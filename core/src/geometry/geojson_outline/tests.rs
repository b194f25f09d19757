use super::*;
use crate::geometry::signed_area;

fn parse(text: &str) -> Result<Outline, GeometryError> {
    parse_geojson(text, Path::new("plate.geojson"))
}

const SQUARE_WITH_HOLE: &str = r#"[[[0, 0], [10, 0], [10, 8], [0, 8], [0, 0]],
    [[2, 2], [2, 5], [4, 5], [4, 2], [2, 2]]]"#;

fn area(o: &Outline) -> f64 {
    signed_area(&o.outer.points).abs()
        - o.holes
            .iter()
            .map(|h| signed_area(&h.points).abs())
            .sum::<f64>()
}

#[test]
fn polygon_with_a_hole_gives_two_loops_and_the_exact_area() {
    let forms = [
        format!(r#"{{"type": "Polygon", "coordinates": {SQUARE_WITH_HOLE}}}"#),
        format!(r#"{{"type": "MultiPolygon", "coordinates": [{SQUARE_WITH_HOLE}]}}"#),
        format!(
            r#"{{"type": "Feature", "properties": {{"name": "dish"}},
                "geometry": {{"type": "Polygon", "coordinates": {SQUARE_WITH_HOLE}}}}}"#
        ),
        format!(
            r#"{{"type": "FeatureCollection", "features": [
                {{"type": "Feature", "properties": {{"name": "label"}},
                  "geometry": {{"type": "Point", "coordinates": [1, 1]}}}},
                {{"type": "Feature", "properties": {{"name": "dish", "hole_names": ["well"]}},
                  "geometry": {{"type": "Polygon", "coordinates": {SQUARE_WITH_HOLE}}}}}]}}"#
        ),
    ];
    for (k, text) in forms.iter().enumerate() {
        let o = parse(text).unwrap_or_else(|e| panic!("form {k}: {e}"));
        assert_eq!(1 + o.holes.len(), 2, "form {k}");
        // Exact: the shoelace area of these integer corners is 80 - 6.
        assert_eq!(area(&o), 74.0, "form {k}");
        assert_eq!(o.outer.points.len(), 4);
    }
    let named = |k: usize| parse(&forms[k]).unwrap().names();
    assert_eq!(named(0), vec![None, None]);
    assert_eq!(
        named(2),
        vec![Some("dish".into()), Some("dish.hole1".into())]
    );
    assert_eq!(named(3), vec![Some("dish".into()), Some("well".into())]);
}

#[test]
fn errors_name_the_file() {
    for (text, says) in [
        (
            r#"{"type": "Point", "coordinates": [1, 2]}"#,
            "a Point is not a polygon",
        ),
        (
            r#"{"type": "FeatureCollection", "features": []}"#,
            "holds no polygon",
        ),
        (
            r#"{"type": "MultiPolygon", "coordinates": [[[[0,0],[1,0],[1,1],[0,0]]], [[[5,5],[6,5],[6,6],[5,5]]]]}"#,
            "holds 2 polygons",
        ),
        (
            r#"{"type": "Polygon", "coordinates": [[[0,0],[1,0],[1,1],[0,1]]]}"#,
            "the outer ring is not closed",
        ),
        (
            r#"{"type": "Polygon", "coordinates": ["#,
            "not a readable GeoJSON file",
        ),
    ] {
        let e = parse(text).unwrap_err().to_string();
        assert!(e.starts_with("plate.geojson: "), "{e}");
        assert!(e.contains(says), "{e} (expected '{says}')");
    }
    let two = format!(
        r#"{{"type": "FeatureCollection", "features": [
            {{"type": "Feature", "properties": null, "geometry": {{"type": "Polygon", "coordinates": {SQUARE_WITH_HOLE}}}}},
            {{"type": "Feature", "properties": null, "geometry": {{"type": "Polygon", "coordinates": {SQUARE_WITH_HOLE}}}}}]}}"#
    );
    let e = parse(&two).unwrap_err().to_string();
    assert!(e.contains("holds 2 polygons"), "{e}");
}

::::::::

PROBLEM DESCRIPTION
Where a line of the data contains "says", copy that line.

TASK SOLUTION
    for (text, says) in [
        assert!(e.contains(says), "{e} (expected '{says}')");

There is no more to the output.